### EXERCISE BRIEF
Your job with the data below: print everything from the line that holds "SQL, inside the" down to the line that holds "from scratch; issued", ends included, exactly, and nothing else.

### SUPPLIED DATA
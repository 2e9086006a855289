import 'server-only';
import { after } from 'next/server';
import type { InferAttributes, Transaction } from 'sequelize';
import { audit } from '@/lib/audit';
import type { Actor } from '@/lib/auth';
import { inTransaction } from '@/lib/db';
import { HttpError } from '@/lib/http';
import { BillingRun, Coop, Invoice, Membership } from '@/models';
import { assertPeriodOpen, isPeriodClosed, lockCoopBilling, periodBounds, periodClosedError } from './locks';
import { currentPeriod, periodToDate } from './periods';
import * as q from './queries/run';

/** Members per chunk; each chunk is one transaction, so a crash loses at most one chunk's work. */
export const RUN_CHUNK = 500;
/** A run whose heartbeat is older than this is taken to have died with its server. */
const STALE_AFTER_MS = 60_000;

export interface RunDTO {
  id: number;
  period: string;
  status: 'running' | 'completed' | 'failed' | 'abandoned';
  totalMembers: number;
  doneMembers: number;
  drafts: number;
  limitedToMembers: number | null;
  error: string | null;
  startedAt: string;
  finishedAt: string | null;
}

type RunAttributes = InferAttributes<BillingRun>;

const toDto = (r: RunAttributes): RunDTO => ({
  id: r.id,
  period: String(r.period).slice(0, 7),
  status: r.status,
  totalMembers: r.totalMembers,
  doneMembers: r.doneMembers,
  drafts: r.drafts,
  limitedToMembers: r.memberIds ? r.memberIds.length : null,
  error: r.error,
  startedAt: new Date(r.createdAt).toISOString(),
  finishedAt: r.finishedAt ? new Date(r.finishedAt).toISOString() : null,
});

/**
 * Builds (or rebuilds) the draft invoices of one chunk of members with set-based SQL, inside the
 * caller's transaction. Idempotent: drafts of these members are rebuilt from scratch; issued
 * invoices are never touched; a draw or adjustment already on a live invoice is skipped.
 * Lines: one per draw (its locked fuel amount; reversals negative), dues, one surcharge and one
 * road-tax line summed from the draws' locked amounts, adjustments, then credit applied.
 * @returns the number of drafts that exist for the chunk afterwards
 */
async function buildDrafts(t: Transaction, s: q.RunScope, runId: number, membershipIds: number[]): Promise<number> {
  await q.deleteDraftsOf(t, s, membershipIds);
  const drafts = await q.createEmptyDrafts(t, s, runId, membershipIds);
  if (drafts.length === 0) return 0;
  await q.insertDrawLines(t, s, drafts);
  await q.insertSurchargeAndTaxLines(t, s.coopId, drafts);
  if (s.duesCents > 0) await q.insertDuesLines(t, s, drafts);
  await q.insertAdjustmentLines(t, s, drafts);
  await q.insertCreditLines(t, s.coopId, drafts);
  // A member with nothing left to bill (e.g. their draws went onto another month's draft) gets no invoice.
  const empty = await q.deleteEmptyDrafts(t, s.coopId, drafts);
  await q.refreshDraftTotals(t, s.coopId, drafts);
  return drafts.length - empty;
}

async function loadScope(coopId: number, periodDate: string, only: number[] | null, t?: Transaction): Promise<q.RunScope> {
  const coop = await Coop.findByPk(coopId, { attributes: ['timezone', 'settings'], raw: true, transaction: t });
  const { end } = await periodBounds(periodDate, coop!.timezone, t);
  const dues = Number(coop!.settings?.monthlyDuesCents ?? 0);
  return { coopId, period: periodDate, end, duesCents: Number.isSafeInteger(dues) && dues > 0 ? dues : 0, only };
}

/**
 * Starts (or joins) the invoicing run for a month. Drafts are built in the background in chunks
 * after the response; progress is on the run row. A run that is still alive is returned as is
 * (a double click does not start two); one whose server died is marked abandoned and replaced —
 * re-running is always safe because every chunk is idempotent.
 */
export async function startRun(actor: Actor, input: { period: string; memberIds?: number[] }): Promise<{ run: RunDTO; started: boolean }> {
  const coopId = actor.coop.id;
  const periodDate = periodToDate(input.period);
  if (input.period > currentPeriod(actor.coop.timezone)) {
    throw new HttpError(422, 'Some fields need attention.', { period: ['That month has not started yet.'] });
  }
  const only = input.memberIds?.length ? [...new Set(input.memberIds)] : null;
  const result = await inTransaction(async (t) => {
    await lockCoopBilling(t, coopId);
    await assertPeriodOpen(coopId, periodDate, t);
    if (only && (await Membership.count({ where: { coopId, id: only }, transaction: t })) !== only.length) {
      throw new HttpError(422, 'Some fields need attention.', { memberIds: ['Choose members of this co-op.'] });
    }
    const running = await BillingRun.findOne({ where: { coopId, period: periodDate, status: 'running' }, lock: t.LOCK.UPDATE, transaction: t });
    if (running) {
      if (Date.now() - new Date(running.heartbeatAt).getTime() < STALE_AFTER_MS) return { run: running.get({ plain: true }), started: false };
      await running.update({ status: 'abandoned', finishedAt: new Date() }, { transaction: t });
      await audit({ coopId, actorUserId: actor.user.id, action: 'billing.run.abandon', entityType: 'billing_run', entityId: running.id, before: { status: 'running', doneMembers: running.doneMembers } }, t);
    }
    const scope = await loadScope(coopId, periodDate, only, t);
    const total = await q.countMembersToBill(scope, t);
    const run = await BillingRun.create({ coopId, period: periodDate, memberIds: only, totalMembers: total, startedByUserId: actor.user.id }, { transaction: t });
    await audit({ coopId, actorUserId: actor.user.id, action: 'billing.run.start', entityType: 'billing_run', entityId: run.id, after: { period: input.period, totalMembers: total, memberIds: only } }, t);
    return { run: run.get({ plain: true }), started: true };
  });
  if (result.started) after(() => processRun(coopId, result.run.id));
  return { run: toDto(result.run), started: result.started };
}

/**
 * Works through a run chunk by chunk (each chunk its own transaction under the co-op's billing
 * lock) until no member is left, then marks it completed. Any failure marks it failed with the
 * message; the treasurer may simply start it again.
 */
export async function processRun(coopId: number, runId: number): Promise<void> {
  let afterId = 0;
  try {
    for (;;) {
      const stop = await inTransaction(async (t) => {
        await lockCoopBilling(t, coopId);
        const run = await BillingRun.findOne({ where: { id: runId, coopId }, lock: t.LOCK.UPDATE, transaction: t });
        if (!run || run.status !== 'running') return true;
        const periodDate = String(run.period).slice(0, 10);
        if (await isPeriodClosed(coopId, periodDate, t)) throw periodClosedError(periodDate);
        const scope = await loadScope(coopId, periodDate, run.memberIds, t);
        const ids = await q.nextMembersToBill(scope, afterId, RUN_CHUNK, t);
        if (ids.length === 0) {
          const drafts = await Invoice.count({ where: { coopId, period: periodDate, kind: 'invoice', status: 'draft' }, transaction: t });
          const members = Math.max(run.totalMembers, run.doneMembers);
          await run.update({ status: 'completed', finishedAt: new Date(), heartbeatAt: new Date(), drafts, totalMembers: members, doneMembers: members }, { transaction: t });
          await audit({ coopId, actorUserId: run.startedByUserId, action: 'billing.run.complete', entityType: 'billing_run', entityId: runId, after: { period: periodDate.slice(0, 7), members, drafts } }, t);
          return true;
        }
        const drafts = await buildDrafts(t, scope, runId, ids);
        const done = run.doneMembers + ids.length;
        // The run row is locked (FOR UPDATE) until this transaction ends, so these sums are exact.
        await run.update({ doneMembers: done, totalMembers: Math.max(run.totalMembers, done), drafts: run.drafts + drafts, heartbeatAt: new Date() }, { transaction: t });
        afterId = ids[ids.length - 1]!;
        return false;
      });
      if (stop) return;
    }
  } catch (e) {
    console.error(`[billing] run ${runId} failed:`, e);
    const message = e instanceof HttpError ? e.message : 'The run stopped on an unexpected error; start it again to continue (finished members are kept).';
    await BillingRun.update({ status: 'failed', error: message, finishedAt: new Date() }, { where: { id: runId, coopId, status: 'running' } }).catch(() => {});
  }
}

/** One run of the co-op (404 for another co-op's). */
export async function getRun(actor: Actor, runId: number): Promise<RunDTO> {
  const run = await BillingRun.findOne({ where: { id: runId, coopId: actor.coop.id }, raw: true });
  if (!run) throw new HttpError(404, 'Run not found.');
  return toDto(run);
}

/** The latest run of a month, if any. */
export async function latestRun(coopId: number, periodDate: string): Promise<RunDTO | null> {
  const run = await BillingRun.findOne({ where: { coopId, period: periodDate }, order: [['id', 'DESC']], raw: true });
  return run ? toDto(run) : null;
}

--

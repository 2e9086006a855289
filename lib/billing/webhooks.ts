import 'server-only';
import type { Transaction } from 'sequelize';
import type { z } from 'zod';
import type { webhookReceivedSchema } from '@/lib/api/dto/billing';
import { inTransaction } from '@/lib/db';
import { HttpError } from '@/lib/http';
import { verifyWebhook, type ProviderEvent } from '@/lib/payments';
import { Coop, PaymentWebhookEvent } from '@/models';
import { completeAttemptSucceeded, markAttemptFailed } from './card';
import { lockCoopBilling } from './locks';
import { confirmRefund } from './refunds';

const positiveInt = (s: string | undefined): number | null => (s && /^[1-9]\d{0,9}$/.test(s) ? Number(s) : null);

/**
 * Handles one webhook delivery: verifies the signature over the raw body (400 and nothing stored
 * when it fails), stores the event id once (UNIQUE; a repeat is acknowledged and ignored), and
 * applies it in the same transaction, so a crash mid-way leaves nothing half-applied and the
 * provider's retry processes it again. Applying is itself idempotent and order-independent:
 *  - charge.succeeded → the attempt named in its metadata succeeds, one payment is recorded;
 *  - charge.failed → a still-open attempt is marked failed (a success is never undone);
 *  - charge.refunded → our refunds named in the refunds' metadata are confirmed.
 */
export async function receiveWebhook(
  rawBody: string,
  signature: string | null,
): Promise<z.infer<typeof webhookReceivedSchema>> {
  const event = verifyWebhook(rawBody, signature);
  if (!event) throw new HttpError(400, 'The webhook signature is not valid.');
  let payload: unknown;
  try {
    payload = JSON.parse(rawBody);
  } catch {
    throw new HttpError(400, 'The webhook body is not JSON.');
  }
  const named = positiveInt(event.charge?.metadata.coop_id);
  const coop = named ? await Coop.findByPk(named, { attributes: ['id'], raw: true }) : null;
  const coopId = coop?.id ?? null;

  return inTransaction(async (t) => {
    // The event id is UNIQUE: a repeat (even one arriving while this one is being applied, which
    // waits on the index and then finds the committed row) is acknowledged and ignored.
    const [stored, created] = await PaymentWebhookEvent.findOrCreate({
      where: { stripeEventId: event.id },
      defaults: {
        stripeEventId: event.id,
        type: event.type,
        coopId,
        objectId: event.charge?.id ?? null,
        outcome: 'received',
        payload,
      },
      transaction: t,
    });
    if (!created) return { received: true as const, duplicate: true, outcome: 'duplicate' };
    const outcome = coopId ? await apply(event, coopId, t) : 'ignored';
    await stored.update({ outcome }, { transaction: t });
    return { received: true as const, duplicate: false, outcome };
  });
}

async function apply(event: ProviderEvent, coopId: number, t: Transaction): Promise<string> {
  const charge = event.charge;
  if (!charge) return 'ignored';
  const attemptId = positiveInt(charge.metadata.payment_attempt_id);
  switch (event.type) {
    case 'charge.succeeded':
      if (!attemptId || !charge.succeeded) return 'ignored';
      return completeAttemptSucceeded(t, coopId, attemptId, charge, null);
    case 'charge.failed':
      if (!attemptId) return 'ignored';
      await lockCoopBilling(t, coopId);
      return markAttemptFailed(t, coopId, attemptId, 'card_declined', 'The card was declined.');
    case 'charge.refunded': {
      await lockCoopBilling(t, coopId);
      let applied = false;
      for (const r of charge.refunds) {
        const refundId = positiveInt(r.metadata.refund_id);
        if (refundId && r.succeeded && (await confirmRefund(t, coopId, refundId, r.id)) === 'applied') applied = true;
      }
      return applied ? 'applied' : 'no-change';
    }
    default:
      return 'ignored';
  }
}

---

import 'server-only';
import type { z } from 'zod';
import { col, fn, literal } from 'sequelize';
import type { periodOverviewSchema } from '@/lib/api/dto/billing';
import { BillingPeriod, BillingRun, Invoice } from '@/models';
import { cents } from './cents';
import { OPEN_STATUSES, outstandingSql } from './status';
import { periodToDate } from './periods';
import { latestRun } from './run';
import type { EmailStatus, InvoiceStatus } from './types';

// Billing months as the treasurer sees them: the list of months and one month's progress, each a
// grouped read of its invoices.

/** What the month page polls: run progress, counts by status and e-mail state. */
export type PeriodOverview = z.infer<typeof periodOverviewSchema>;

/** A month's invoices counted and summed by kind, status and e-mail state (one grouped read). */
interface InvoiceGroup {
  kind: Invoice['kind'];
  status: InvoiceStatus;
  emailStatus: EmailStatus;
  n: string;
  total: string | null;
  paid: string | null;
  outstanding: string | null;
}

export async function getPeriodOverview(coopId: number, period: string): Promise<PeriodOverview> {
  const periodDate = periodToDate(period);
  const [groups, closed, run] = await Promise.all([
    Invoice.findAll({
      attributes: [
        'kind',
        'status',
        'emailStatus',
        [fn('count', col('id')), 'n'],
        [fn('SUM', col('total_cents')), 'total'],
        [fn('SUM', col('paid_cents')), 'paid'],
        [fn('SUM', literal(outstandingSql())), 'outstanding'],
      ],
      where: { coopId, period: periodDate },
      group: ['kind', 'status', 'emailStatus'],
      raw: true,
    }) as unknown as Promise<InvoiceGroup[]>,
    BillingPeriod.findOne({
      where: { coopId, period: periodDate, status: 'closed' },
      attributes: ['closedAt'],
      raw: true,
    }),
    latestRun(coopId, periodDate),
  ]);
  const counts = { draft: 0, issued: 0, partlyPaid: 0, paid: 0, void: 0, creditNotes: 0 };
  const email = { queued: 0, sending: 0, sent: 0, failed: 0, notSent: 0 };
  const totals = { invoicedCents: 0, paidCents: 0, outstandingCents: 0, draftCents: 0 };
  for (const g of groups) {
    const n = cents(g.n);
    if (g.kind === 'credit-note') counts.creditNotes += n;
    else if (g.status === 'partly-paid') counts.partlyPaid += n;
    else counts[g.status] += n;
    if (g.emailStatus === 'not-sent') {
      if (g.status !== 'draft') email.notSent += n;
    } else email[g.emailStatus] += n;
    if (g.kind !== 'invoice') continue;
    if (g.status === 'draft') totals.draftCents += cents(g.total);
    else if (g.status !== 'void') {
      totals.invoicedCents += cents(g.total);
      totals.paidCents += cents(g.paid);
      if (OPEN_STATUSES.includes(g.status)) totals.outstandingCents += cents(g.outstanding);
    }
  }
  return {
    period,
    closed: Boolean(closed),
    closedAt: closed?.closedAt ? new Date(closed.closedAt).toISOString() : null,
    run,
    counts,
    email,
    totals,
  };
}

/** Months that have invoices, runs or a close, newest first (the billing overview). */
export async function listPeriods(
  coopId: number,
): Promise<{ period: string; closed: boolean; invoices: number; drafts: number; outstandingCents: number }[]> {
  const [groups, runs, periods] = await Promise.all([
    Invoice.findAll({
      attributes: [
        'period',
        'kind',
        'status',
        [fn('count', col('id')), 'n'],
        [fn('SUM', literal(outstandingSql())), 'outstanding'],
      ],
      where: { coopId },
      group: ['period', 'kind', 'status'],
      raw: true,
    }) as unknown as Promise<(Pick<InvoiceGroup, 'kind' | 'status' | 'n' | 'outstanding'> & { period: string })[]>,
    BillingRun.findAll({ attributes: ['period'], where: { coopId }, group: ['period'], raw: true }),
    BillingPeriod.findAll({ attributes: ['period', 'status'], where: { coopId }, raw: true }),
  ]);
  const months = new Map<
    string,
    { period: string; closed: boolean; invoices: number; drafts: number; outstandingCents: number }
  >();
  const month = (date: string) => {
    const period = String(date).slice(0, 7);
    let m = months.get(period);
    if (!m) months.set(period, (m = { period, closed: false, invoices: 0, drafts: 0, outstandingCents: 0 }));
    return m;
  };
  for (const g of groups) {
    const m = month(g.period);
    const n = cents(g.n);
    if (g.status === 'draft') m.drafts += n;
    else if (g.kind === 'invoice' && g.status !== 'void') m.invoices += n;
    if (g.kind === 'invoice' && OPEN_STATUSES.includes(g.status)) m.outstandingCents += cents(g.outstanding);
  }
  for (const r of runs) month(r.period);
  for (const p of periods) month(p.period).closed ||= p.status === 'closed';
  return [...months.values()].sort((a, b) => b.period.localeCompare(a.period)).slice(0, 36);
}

### RESULT OF THIS TASK
 * Builds (or rebuilds) the draft invoices of one chunk of members with set-based SQL, inside the
 * caller's transaction. Idempotent: drafts of these members are rebuilt from scratch; issued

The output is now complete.